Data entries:
/** resolveWeighting over `count` runs read through accessors (σ of the k-th, and its index in the request). */
export function resolveWeightingOf(
  count: number,
  sigmaOf: (k: number) => number | undefined,
  indexOf: (k: number) => number,
  weighting: EyringWeighting,
  warnings: Warning[],
): { mode: SigmaMode; sigma: number[] | undefined } {
  if (weighting === 'none') return { mode: 'none', sigma: undefined };
  let withSigma = 0;
  let firstMissing = -1;
  for (let k = 0; k < count; k++) {
    if (sigmaOf(k) !== undefined) withSigma++;
    else if (firstMissing < 0) firstMissing = k;
  }
  const sigmas = () => {
    const out = new Array<number>(count);
    for (let k = 0; k < count; k++) out[k] = sigmaOf(k)!;
    return out;
  };
  if (weighting === 'auto') {
    if (withSigma === count && withSigma > 0) {
      return { mode: 'relative', sigma: sigmas() };
    }
    if (withSigma > 0) {
      warnings.push({
        code: 'partial-sigma-ignored',
        message: 'Only some runs carry an assay uncertainty, so the fit is unweighted; give σ for every run to weight it.',
      });
    }
    return { mode: 'none', sigma: undefined };
  }
  if (firstMissing >= 0) {
    throw new DomainError(
      'sigma-missing',
      `weighting '${weighting}' needs sigmaLnR on every fitted run`,
      `measurements[${indexOf(firstMissing)}].sigmaLnR`,
    );
  }
  return { mode: weighting, sigma: sigmas() };
}

/** Two-sided quantile for a least-squares line: normal with absolute σ, else Student t on n − 2 dof. */
function leastSquaresQuantile(line: LineFit): (level: number) => number {
  return (level) => {
    const p = (1 + level) / 2;
    return line.sigmaMode === 'absolute' ? normalQuantile(p) : studentTQuantile(p, line.dof);
  };
}

/** ΔΔH‡, ΔΔS‡, their SEs and CIs from a line's (a, b) and covariance. */
function activationFromLine(intercept: number, slope: number, cov: LineModel['covariance'], q: number | null): ActivationEstimates {
  const ddHJPerMol = R * slope;
  const ddSJPerMolK = -R * intercept;
  if (!cov || q === null) {
    return { ddHJPerMol, ddSJPerMolK, ddHSeJPerMol: null, ddSSeJPerMolK: null, ddHCiJPerMol: null, ddSCiJPerMolK: null };
  }
  const ddHSeJPerMol = R * Math.sqrt(cov.slopeSlope);
  const ddSSeJPerMolK = R * Math.sqrt(cov.interceptIntercept);
  return {
    ddHJPerMol,
    ddSJPerMolK,
    ddHSeJPerMol,
    ddSSeJPerMolK,
    ddHCiJPerMol: [ddHJPerMol - q * ddHSeJPerMol, ddHJPerMol + q * ddHSeJPerMol],
    ddSCiJPerMolK: [ddSJPerMolK - q * ddSSeJPerMolK, ddSJPerMolK + q * ddSSeJPerMolK],
  };
}
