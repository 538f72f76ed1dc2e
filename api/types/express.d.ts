import type { User as UserModel } from '../models/user';
import type { ProjectRole } from '../models/enums';

declare global {
  namespace Express {
    // passport types req.user as Express.User; here that is the signed-in Eyrie user.
    // eslint-disable-next-line @typescript-eslint/no-empty-object-type
    interface User extends UserModel {}
    interface Request {
      /** Set by authorizeProject once the caller's membership is known. */
      project?: { id: string; role: ProjectRole };
      /** How req.user was established: a browser session or a personal API token. */
      authMethod?: 'session' | 'token';
      /** The API token used, when authMethod is 'token'. */
      apiTokenId?: string;
    }
  }
}

export {};
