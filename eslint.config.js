import tseslint from 'typescript-eslint';

export default tseslint.config(
  { ignores: ['dist/**', 'node_modules/**', '.data/**', '.tmp/**', 'coverage/**'] },
  ...tseslint.configs.recommended,
  {
    files: ['**/*.{ts,tsx}'],
    rules: {
      '@typescript-eslint/no-unused-vars': ['error', { argsIgnorePattern: '^_', varsIgnorePattern: '^_' }],
      '@typescript-eslint/consistent-type-imports': ['error', { fixStyle: 'inline-type-imports' }],
    },
  },
  {
    // One-way imports: the engine knows nothing of HTTP, the database or the browser.
    files: ['api/science/**/*.ts'],
    rules: {
      'no-restricted-imports': [
        'error',
        { patterns: ['express', 'knex', 'objection', 'pg', 'node:*', '../features/*', '../db/*', '../models/*'] },
      ],
    },
  },
  {
    // The browser never imports server code, except zod schema modules shared on purpose, the pure
    // quantities module (units, typed-number grammar, selectivity display) and the table reader (and types).
    // Two or more ../ reach the root api/; a single ../api/ is a feature's own api folder.
    files: ['web/**/*.{ts,tsx}'],
    rules: {
      // Type-only imports are erased at build time, so the browser may name the server's JSON shapes.
      '@typescript-eslint/no-restricted-imports': [
        'error',
        {
          patterns: [
            {
              regex: '^(\\.\\./){2,}api/(?!features/[a-z-]+/([a-z]+-)?schemas$|science/(units|quantities)$|features/imports/table-text$)',
              message:
                'web/ may import only api/features/*/schemas and *-schemas (shared zod), api/science/quantities and api/features/imports/table-text from the server, or types with `import type`.',
              allowTypeImports: true,
            },
          ],
        },
      ],
    },
  },
  {
    files: ['scripts/**/*.mjs', '*.js'],
    languageOptions: { globals: { process: 'readonly', console: 'readonly', URL: 'readonly', setTimeout: 'readonly' } },
  },
);
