/** A signed-off campaign refuses any change to its measurements until it is reopened. */
export async function assertMeasurementsOpen(trx: Knex | Knex.Transaction, campaign: Campaign): Promise<void> {
  const signOff = await signOffOf(trx, campaign);
  if (!signOff) return;
  const day = new Date(signOff.at).toISOString().slice(0, 10);
  throw new ConflictError(
    `“${campaign.title}” was signed off by ${signOff.by} on ${day}; its measurements are locked. An owner or editor can reopen it, giving a reason, to change them.`,
    { signedOff: signOff },
  );
}

/** The user behind the latest change to the campaign or its measurements (null when nobody is on record). */
export async function lastEditorOf(
  db: Knex | Knex.Transaction,
  campaign: Pick<Campaign, 'id' | 'createdByUserId'>,
): Promise<string | null> {
  const row = await db('auditEvents')
    .where({ campaignId: campaign.id })
    .whereIn('entityType', EDITING_ENTITY_TYPES)
    .orderBy('id', 'desc')
    .first('actorUserId');
  return row ? row.actorUserId : campaign.createdByUserId;
}

/**
 * Sign a campaign off: its measurements are locked until someone reopens it with a reason. The
 * person signing must not be the campaign's last editor (a second pair of eyes).
 */
export async function signOffCampaign(
  db: Knex,
  actor: ProjectActor,
  campaignId: string,
  input: { note?: string | null },
): Promise<Campaign> {
  return db.transaction(async (trx) => {
    const before = await getCampaignForUpdate(trx, actor.projectId, campaignId);
    const current = await signOffOf(trx, before);
    if (current)
      throw new ConflictError(`“${before.title}” is already signed off (by ${current.by}, ${current.at.slice(0, 10)}).`, {
        signedOff: current,
      });
    const lastEditor = await lastEditorOf(trx, before);
    if (lastEditor === actor.actorUserId) {
      throw new ConflictError(`You made the last change to “${before.title}”; another owner or editor of the project must sign it off.`, {
        lastEditorUserId: lastEditor,
      });
    }
    const [after] = await Campaign.query(trx)
      .patch({
        signedOffAt: new Date(),
        signedOffByUserId: actor.actorUserId,
        signOffNote: input.note ?? null,
        version: before.version + 1,
        updatedAt: new Date(),
      })
      .where({ id: campaignId })
      .returning('*');
    const [{ n }] = await trx('measurements').where({ campaignId }).count({ n: '*' });
    await audit(trx, actor, 'update', 'campaign_sign_off', {
      entityId: campaignId,
      campaignId,
      reason: input.note ?? null,
      before: { title: before.title, signedOff: false },
      after: { title: after.title, signedOff: true, measurementCount: Number(n) },
    });
    return after;
  });
}

/** Reopen a signed-off campaign; the reason is kept in its history. */
export async function reopenCampaign(db: Knex, actor: ProjectActor, campaignId: string, input: { reason: string }): Promise<Campaign> {
  return db.transaction(async (trx) => {
    const before = await getCampaignForUpdate(trx, actor.projectId, campaignId);
    if (!before.signedOffAt) throw new ConflictError(`“${before.title}” is not signed off; there is nothing to reopen.`);
    const signOff = await signOffOf(trx, before);
    const [after] = await Campaign.query(trx)
      .patch({ signedOffAt: null, signedOffByUserId: null, signOffNote: null, version: before.version + 1, updatedAt: new Date() })
      .where({ id: campaignId })
      .returning('*');
    await audit(trx, actor, 'update', 'campaign_sign_off', {
      entityId: campaignId,
      campaignId,
      reason: input.reason,
      before: { title: before.title, signedOff: true, signedOffBy: signOff?.by ?? null, signedOffAt: signOff?.at ?? null },
      after: { title: after.title, signedOff: false },
    });
    return after;
  });
}
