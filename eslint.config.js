import reactHooks from 'eslint-plugin-react-hooks';
import tseslint from 'typescript-eslint';

// Import boundaries (DEVELOPERS.md, "Boundaries"). Relative paths are matched as written, so each rule is a regular
// expression over the number of ../ a file needs to leave its own folder.
const boundary = (regex, message) => ({ regex, message });

// A web feature imports only its own files, web/components, web/lib, web/config and the allowed server modules.
// A file k folders below web/features/<name>/ leaves its feature with k + 1 ../ (into a sibling feature) or reaches
// web/features again from web/ (../…/features/).
const featureBoundary = (depth) => ({
  files: [`web/features/*/${'*/'.repeat(depth)}*.{ts,tsx}`],
  rules: {
    'no-restricted-imports': [
      'error',
      {
        patterns: [
          boundary(
            `^(\\.\\./){${depth + 1}}(?!\\.\\./)|^(\\.\\./)+features/`,
            'A web feature imports no other feature: move what both need to web/components/ or web/lib/, or compose the features in web/app/routes/.',
          ),
        ],
      },
    ],
  },
});

export default tseslint.config(
  { ignores: ['dist/**', 'node_modules/**', '.data/**', '.tmp/**', 'coverage/**'] },
  ...tseslint.configs.recommended,
  {
    files: ['**/*.{ts,tsx}'],
    rules: {
      '@typescript-eslint/no-unused-vars': ['error', { argsIgnorePattern: '^_', varsIgnorePattern: '^_' }],
      '@typescript-eslint/consistent-type-imports': ['error', { fixStyle: 'inline-type-imports' }],
    },
  },
  {
    // One-way imports: the engine knows nothing of HTTP, the database or the browser.
    files: ['api/science/**/*.ts'],
    rules: {
      'no-restricted-imports': [
        'error',
        { patterns: ['express', 'knex', 'objection', 'pg', 'node:*', '../features/*', '../db/*', '../models/*'] },
      ],
    },
  },
  {
    // The browser never imports server code, except zod schema modules shared on purpose, the pure
    // quantities module (units, typed-number grammar, selectivity display), the fit's flag limits, the table reader and the chart colours
    // (and types).
    // Two or more ../ reach the root api/; a single ../api/ is a feature's own api folder.
    files: ['web/**/*.{ts,tsx}'],
    rules: {
      // Type-only imports are erased at build time, so the browser may name the server's JSON shapes.
      '@typescript-eslint/no-restricted-imports': [
        'error',
        {
          patterns: [
            {
              regex:
                '^(\\.\\./){2,}api/(?!features/[a-z-]+/([a-z]+-)?schemas$|science/(units|quantities|flag-rules)$|features/imports/table-text$|lib/chart-colors$)',
              message:
                'web/ may import only api/features/*/schemas and *-schemas (shared zod), api/science/quantities, api/science/flag-rules, api/features/imports/table-text and api/lib/chart-colors from the server, or types with `import type`.',
              allowTypeImports: true,
            },
          ],
        },
      ],
    },
  },
  {
    // Models, the migrations and the seed sit below the features: shared enums live in api/models/ or api/lib/.
    files: ['api/models/**/*.ts', 'api/db/**/*.ts', 'api/lib/**/*.ts', 'migrations/**/*.ts'],
    rules: {
      'no-restricted-imports': [
        'error',
        {
          patterns: [
            boundary(
              '^(\\.\\./)+features/',
              'api/models, api/db, api/lib and migrations import no feature: move the shared piece to api/models/ or api/lib/.',
            ),
          ],
        },
      ],
    },
  },
  ...[0, 1, 2, 3].map(featureBoundary),
  {
    // Shared web pieces know no feature.
    files: ['web/components/**/*.{ts,tsx}', 'web/lib/**/*.{ts,tsx}', 'web/config/**/*.ts'],
    rules: {
      'no-restricted-imports': [
        'error',
        {
          patterns: [boundary('^(\\.\\./)+features/', 'web/components, web/lib and web/config import no feature; pass data in as props.')],
        },
      ],
    },
  },
  {
    files: ['web/**/*.{ts,tsx}'],
    ...reactHooks.configs.flat.recommended,
    rules: {
      ...reactHooks.configs.flat.recommended.rules,
      // Only says the React Compiler would skip a component that uses TanStack Virtual; the app does not run that compiler.
      'react-hooks/incompatible-library': 'off',
    },
  },
  {
    files: ['scripts/**/*.mjs', '*.js'],
    languageOptions: { globals: { process: 'readonly', console: 'readonly', URL: 'readonly', setTimeout: 'readonly' } },
  },
);
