/** The campaign form's text values ⇄ the API's create and update bodies (checked with the shared schemas). */
import {
  campaignCreateSchema,
  campaignUpdateSchema,
  type AssayMethod,
  type CampaignCreate,
  type CampaignStatus,
  type CampaignUpdate,
  type SelectivityMeasure,
} from '../../../../api/features/campaigns/schemas';
import type { Campaign } from '../api/types';
import { parseNumber } from './grid';

export interface CampaignFormValues {
  title: string;
  productNameA: string;
  productNameB: string;
  measure: SelectivityMeasure;
  assayMethod: AssayMethod;
  defaultUncertainty: string;
  status: CampaignStatus;
  reactionDescription: string;
  notes: string;
}

export type FormErrors = Partial<Record<keyof CampaignFormValues | '(form)', string>>;

export const blankCampaign: CampaignFormValues = {
  title: '',
  productNameA: '',
  productNameB: '',
  measure: 'ee',
  assayMethod: 'chiral-hplc',
  defaultUncertainty: '',
  status: 'active',
  reactionDescription: '',
  notes: '',
};

export function valuesFromCampaign(c: Campaign): CampaignFormValues {
  return {
    title: c.title,
    productNameA: c.productNameA,
    productNameB: c.productNameB,
    measure: c.measure,
    assayMethod: c.assayMethod,
    defaultUncertainty: c.defaultUncertainty === null ? '' : String(c.defaultUncertainty),
    status: c.status,
    reactionDescription: c.reactionDescription ?? '',
    notes: c.notes ?? '',
  };
}

function issuesToErrors(issues: { path: PropertyKey[]; message: string }[]): FormErrors {
  const errors: FormErrors = {};
  for (const i of issues) {
    const key = (i.path.map(String)[0] || '(form)') as keyof FormErrors;
    errors[key] ??= i.message;
  }
  return errors;
}

function uncertaintyOf(text: string): number | null | 'invalid' {
  return parseNumber(text);
}

export function createBody(v: CampaignFormValues): { body: CampaignCreate | null; errors: FormErrors } {
  const u = uncertaintyOf(v.defaultUncertainty);
  if (u === 'invalid') return { body: null, errors: { defaultUncertainty: `“${v.defaultUncertainty}” is not a number` } };
  const parsed = campaignCreateSchema.safeParse({
    ...v,
    productNameA: v.productNameA.trim() || 'A',
    productNameB: v.productNameB.trim() || 'B',
    defaultUncertainty: u,
  });
  return parsed.success ? { body: parsed.data, errors: {} } : { body: null, errors: issuesToErrors(parsed.error.issues) };
}

/** Only the changed fields, with the version the form was opened at. */
export function updateBody(c: Campaign, v: CampaignFormValues): { body: CampaignUpdate | null; errors: FormErrors } {
  const u = uncertaintyOf(v.defaultUncertainty);
  if (u === 'invalid') return { body: null, errors: { defaultUncertainty: `“${v.defaultUncertainty}” is not a number` } };
  const before = valuesFromCampaign(c);
  const changed: Record<string, unknown> = { version: c.version };
  for (const key of Object.keys(v) as (keyof CampaignFormValues)[]) {
    if (v[key].trim() === before[key].trim()) continue;
    changed[key] = key === 'defaultUncertainty' ? u : v[key];
  }
  const parsed = campaignUpdateSchema.safeParse(changed);
  return parsed.success ? { body: parsed.data, errors: {} } : { body: null, errors: issuesToErrors(parsed.error.issues) };
}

§ **WORK REQUIRED**
Starting at the first line of the entries above, please extract each line up to and including the line with "if (withSigma === count", unchanged, and add nothing.

§ **SOLUTION FOR THIS PROBLEM**
/** resolveWeighting over `count` runs read through accessors (σ of the k-th, and its index in the request). */
export function resolveWeightingOf(
  count: number,
  sigmaOf: (k: number) => number | undefined,
  indexOf: (k: number) => number,
  weighting: EyringWeighting,
  warnings: Warning[],
): { mode: SigmaMode; sigma: number[] | undefined } {
  if (weighting === 'none') return { mode: 'none', sigma: undefined };
  let withSigma = 0;
  let firstMissing = -1;
  for (let k = 0; k < count; k++) {
    if (sigmaOf(k) !== undefined) withSigma++;
    else if (firstMissing < 0) firstMissing = k;
  }
  const sigmas = () => {
    const out = new Array<number>(count);
    for (let k = 0; k < count; k++) out[k] = sigmaOf(k)!;
    return out;
  };
  if (weighting === 'auto') {
    if (withSigma === count && withSigma > 0) {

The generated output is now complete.